No certainty until the genocide in Darfur ends
In early October, BBC aired a documentary “An Atrocity That Needs No Exaggeration“ regarding the magnitude of atrocities in Darfur. This documentary misses a critical point in the debate over how many people have actually died. The real point is that, unfortunately, mortality estimates cannot be verified or updated because the Government of Sudan actively denies the international community – including diplomats, humanitarian workers, and epidemiology experts – real access to the Darfur region.
History reminds us that the full scope and scale of genocide is unknown until it has ended. Past perpetrators, most notably the Nazis and the present Chinese autocrities in Tibet, actively concealed their campaigns of mass murder from public scrutiny and accountability. When the scale of this genocide did become known, a shocked world cried out, “Never again.” The same was true in Cambodia and Rwanda. And that is what is happening now in Darfur.

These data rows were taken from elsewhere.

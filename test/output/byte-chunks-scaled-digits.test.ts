/**
 * ByteChunks.fixed and .rounded write a value whose scaled form |v|·10^d lies below 2^31 as its
 * integer digits with the point inserted (`pointed`), above it through the integer part and
 * fraction apart. Either way the text is the JavaScript call's (ECMA-262 §21.1.3.3
 * Number.prototype.toFixed; §6.1.6.1.20 Number::toString as JSON.stringify writes it), and the
 * rounded text parses back to the rounded double: checked on edge values around the int32 limit
 * (both sides of the switch), ties, −0, and seeded random values of the track's kinds, written
 * cell by cell through one writer and across chunk boundaries.
 */
import { describe, expect, test } from 'vitest';
import fc from 'fast-check';
import { ByteChunks } from '../../src/output/byte-chunks.js';

const roundedValue = (v: number, d: number) => Math.round(v * 10 ** d) / 10 ** d;
const roundJson = (v: number, d: number) => JSON.stringify(roundedValue(v, d));

/** One writer, written cell by cell (a line each), and the lines the JavaScript calls give. */
class Cells {
  private b = new ByteChunks();
  private taken: Buffer[] = [];
  private want: string[] = [];
  private labels: string[] = [];
  cell(label: string, write: (b: ByteChunks) => void, want: string): void {
    write(this.b);
    this.b.byte(10);
    this.want.push(want);
    this.labels.push(label);
    if (this.b.full) this.taken.push(this.b.take());
  }
  fixed(v: number, d: number): void {
    this.cell(`fixed(${v}, ${d})`, (b) => b.fixed(v, d), v.toFixed(d));
  }
  rounded(v: number, d: number): void {
    this.cell(`rounded(${v}, ${d})`, (b) => b.rounded(v, d), roundJson(v, d));
  }
  /** The first cell whose text differs from the call's, or whose rounded text does not parse back; null when none. */
  firstDifference(): string | null {
    const got = Buffer.concat([...this.taken, this.b.take()]).toString('utf8').split('\n');
    got.pop();
    if (got.length !== this.want.length) return `line counts ${got.length} and ${this.want.length}`;
    for (let i = 0; i < got.length; i++) {
      if (got[i] !== this.want[i]) return `${this.labels[i]}: ${got[i]} against ${this.want[i]}`;
      if (this.labels[i]!.startsWith('rounded') && !Object.is(JSON.parse(got[i]!), JSON.parse(this.want[i]!))) return `${this.labels[i]}: ${got[i]} parses otherwise`;
    }
    return null;
  }
}

const LIMIT = 0x7fffffff;
// scaled values at and around the int32 limit for every decimal count, and small ones
function edges(d: number): number[] {
  const f = 10 ** d;
  const out = [0, -0, 1 / f, -1 / f, 0.5 / f, 9 / f, 10 / f, 99 / f, 100 / f, 0.1, 1, 9.999, 10, 99.5, -99.5, 1234.5678];
  for (const n of [LIMIT - 1, LIMIT, LIMIT + 1, LIMIT + 2, 2 ** 31, 1e9, 1e9 - 1, 999999999, 1e10 - 1, 1e10])
    for (const dv of [-0.6, -0.5, -0.4, 0, 0.4, 0.5, 0.6]) {
      out.push((n + dv) / f, -(n + dv) / f);
    }
  return out;
}

describe('fixed = toFixed and rounded = JSON of the rounded value, on both sides of 2^31 scaled', () => {
  test.each([0, 1, 2, 3, 6, 7, 9, 12, 15])('edge values, %i decimals', (d) => {
    const c = new Cells();
    for (const v of edges(d)) {
      c.fixed(v, d);
      c.rounded(v, d);
    }
    expect(c.firstDifference()).toBe(null);
  });
  test('track-like values (seeded): lat/lon at 9 and 7 decimals, metres at 3, degrees at 1', () => {
    const c = new Cells();
    fc.assert(
      fc.property(
        fc.double({ noNaN: true, noDefaultInfinity: true, min: -180, max: 180 }),
        fc.double({ noNaN: true, noDefaultInfinity: true, min: -3e6, max: 3e6 }),
        fc.integer({ min: -2_200_000_000, max: 2_200_000_000 }),
        (deg, m, k) => {
          const cells: Array<[number, number]> = [[deg, 9], [deg, 7], [m, 3], [m / 1000, 3], [m, 1], [k / 1000, 3], [k / 1000 + 0.0005, 3], [k / 1e7, 7], [k / 10, 1]];
          for (const [v, d] of cells) {
            c.fixed(v, d);
            c.rounded(v, d);
          }
        },
      ),
      { seed: 10_001, numRuns: 20000 },
    );
    expect(c.firstDifference()).toBe(null);
  });
  test('random doubles at every decimal count (seeded)', () => {
    const c = new Cells();
    fc.assert(
      fc.property(fc.double({ noNaN: true, noDefaultInfinity: true, min: -1e7, max: 1e7 }), fc.integer({ min: 0, max: 15 }), (v, d) => {
        c.fixed(v, d);
        c.rounded(v, d);
      }),
      { seed: 10_002, numRuns: 20000 },
    );
    expect(c.firstDifference()).toBe(null);
  });
  test('one writer, many cells across chunk boundaries: the chunks join to the calls\' text', () => {
    const w = new ByteChunks(256);
    let x = 12345;
    const taken: Buffer[] = [];
    let want = '';
    let chunks = 0;
    for (let i = 0; i < 20000; i++) {
      // a seeded linear congruential sequence (Numerical Recipes' constants)
      x = (Math.imul(x, 1664525) + 1013904223) >>> 0;
      const v = (x / 2 ** 32 - 0.5) * 10 ** (x % 8);
      w.fixed(v, 3);
      w.byte(44);
      w.rounded(v, 7);
      w.byte(10);
      want += `${v.toFixed(3)},${roundJson(v, 7)}\n`;
      if (w.full) {
        taken.push(w.take());
        chunks++;
      }
    }
    taken.push(w.take());
    expect(chunks).toBeGreaterThan(100);
    expect(Buffer.concat(taken).toString('utf8')).toBe(want);
  });
});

The Save Darfur Coalition too believes that in this conflict as many as 450,000 Darfuris have been either killed by deliberate and indiscriminate attacks, because there is sound analysis to support that – analysis that is impossible to confirm only because of Sudan’s willful obstruction. Ultimately, no level of genocide is acceptable. The international community must continue to press the Sudanese government and President Omar al-Bashir to provide access to both international peacekeepers, humanitarian workers and experts who can more accurately document the scale of this tragedy, as well as provide protection and assistance to Darfur’s poor civilian population.